WORK TO COMPLETE | Begin at the line containing "Topology t = read(network, mapping, progress);" in the data below and go on through the line containing "nothing to trace.", repeating each line exactly; include both ends and no other line.
DATA SHOWN Start Marker
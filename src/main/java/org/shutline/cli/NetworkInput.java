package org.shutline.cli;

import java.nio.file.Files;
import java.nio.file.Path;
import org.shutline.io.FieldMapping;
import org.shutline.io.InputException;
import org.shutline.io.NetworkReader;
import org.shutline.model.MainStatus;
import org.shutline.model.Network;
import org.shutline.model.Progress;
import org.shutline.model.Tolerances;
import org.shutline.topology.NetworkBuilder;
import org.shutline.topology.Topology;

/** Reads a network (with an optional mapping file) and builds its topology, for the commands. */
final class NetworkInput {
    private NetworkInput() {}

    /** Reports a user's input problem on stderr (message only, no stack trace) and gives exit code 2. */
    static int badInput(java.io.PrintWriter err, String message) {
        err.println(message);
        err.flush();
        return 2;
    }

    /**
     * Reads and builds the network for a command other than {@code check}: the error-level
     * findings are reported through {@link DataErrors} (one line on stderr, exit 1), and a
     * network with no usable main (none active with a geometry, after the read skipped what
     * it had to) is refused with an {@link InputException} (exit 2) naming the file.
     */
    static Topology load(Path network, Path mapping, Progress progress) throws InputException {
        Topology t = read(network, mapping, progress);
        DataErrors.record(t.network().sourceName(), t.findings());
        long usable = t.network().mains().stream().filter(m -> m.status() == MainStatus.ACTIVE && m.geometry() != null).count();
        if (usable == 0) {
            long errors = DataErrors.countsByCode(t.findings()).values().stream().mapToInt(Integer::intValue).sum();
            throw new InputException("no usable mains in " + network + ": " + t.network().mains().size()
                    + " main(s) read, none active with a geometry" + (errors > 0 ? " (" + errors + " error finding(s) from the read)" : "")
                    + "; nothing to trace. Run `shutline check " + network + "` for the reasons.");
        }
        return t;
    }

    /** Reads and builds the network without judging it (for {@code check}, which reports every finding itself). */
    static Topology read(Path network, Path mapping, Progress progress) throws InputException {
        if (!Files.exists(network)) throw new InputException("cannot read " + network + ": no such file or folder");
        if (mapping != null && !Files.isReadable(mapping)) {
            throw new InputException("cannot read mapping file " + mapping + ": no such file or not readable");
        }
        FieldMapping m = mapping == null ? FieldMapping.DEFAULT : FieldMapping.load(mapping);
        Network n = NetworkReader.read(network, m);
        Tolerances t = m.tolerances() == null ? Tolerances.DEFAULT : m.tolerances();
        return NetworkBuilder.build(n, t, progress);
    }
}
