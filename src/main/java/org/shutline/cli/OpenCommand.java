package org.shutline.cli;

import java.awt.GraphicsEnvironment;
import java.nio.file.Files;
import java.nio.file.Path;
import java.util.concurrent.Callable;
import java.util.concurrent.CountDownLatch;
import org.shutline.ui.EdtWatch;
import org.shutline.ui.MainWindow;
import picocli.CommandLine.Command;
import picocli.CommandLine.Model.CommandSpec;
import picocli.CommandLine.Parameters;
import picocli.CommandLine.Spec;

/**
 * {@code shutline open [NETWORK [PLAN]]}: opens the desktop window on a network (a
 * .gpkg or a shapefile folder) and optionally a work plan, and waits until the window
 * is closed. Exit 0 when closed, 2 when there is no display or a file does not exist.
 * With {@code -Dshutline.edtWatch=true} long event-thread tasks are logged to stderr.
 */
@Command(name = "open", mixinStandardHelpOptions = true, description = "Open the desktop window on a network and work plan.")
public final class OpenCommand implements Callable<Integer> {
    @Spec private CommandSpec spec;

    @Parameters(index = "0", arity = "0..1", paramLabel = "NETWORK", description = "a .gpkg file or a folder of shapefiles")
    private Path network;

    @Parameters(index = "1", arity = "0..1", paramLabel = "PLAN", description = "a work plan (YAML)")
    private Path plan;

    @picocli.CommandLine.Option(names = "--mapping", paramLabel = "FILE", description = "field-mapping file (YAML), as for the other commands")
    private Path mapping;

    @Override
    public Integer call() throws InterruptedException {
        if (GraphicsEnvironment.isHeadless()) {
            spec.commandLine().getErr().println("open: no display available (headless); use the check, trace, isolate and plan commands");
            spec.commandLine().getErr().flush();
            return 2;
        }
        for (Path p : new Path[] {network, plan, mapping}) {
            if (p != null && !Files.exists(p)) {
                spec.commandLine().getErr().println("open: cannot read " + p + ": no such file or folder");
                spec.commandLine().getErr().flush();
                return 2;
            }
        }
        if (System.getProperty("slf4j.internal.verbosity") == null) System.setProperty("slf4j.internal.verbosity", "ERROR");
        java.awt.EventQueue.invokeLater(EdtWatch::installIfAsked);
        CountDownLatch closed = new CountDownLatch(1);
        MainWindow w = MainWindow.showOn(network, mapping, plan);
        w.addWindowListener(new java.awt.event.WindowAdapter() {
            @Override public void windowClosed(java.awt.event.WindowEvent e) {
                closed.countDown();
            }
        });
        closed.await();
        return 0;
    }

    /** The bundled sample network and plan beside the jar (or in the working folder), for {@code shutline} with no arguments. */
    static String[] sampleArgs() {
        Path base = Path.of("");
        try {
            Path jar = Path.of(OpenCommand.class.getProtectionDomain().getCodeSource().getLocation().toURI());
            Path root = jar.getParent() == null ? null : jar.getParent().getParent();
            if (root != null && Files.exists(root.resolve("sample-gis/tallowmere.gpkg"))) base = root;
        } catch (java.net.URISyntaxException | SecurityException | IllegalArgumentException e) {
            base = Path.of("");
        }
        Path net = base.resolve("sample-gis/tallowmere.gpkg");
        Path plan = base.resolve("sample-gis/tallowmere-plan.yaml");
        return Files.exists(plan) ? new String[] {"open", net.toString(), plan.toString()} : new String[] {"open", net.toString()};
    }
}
DATA SHOWN End Marker
EXERCISE OUTPUT |
        Topology t = read(network, mapping, progress);
        DataErrors.record(t.network().sourceName(), t.findings());
        long usable = t.network().mains().stream().filter(m -> m.status() == MainStatus.ACTIVE && m.geometry() != null).count();
        if (usable == 0) {
            long errors = DataErrors.countsByCode(t.findings()).values().stream().mapToInt(Integer::intValue).sum();
            throw new InputException("no usable mains in " + network + ": " + t.network().mains().size()
                    + " main(s) read, none active with a geometry" + (errors > 0 ? " (" + errors + " error finding(s) from the read)" : "")
                    + "; nothing to trace. Run `shutline check " + network + "` for the reasons.");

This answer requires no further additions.